MATERIAL SHOWN:

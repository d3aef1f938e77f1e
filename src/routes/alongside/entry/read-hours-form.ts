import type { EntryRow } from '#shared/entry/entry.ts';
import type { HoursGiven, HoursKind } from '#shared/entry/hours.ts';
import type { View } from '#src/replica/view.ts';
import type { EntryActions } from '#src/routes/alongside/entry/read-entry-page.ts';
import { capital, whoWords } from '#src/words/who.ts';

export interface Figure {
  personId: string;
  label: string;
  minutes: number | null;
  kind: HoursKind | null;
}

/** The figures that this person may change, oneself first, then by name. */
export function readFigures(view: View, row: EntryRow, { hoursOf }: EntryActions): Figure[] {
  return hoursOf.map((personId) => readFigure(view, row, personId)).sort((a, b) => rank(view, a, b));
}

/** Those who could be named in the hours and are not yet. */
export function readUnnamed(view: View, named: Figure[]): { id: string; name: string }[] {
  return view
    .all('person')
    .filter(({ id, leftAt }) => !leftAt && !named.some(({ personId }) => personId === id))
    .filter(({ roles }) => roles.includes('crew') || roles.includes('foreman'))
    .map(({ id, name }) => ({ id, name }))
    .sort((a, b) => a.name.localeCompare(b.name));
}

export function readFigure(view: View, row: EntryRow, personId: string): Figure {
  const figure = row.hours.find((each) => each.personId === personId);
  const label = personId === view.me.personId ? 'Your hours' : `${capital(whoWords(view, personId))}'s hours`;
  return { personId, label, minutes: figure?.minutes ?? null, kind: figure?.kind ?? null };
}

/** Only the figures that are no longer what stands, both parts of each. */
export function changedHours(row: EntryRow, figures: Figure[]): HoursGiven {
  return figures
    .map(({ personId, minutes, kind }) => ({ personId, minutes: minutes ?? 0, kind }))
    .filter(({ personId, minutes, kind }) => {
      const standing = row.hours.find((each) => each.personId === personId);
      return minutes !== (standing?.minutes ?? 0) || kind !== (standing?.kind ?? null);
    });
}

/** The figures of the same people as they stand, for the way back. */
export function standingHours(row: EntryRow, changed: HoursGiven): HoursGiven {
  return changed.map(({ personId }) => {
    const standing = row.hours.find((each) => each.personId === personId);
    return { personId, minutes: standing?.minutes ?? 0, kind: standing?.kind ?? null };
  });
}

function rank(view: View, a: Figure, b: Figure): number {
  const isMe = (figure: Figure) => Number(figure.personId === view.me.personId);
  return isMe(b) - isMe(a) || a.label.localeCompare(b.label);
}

* * *

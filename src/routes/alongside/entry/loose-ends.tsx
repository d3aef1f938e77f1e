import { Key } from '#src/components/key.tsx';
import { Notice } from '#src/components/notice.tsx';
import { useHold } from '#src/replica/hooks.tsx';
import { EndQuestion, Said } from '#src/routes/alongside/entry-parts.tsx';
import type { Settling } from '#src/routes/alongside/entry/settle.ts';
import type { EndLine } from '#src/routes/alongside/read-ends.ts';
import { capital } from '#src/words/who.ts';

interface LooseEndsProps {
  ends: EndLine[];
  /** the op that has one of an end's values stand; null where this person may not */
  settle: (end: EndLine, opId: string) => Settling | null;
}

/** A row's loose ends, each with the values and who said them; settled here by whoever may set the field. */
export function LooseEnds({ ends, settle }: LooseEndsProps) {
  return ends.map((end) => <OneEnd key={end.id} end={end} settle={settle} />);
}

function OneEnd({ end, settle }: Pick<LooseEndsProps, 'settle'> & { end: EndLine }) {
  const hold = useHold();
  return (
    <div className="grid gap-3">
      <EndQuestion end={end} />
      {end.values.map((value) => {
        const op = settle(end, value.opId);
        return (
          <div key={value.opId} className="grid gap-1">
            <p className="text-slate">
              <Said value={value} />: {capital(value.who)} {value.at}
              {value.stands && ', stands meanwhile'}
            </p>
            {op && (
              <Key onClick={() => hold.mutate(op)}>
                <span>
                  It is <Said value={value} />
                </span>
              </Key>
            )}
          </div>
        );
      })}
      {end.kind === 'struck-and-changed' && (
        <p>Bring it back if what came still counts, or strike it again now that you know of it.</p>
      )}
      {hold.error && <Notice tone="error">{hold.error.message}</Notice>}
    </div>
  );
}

PROBLEM STATEMENT:
The expected answer is a number and nothing else: how many lines above include the word "what".

OUTPUT:
2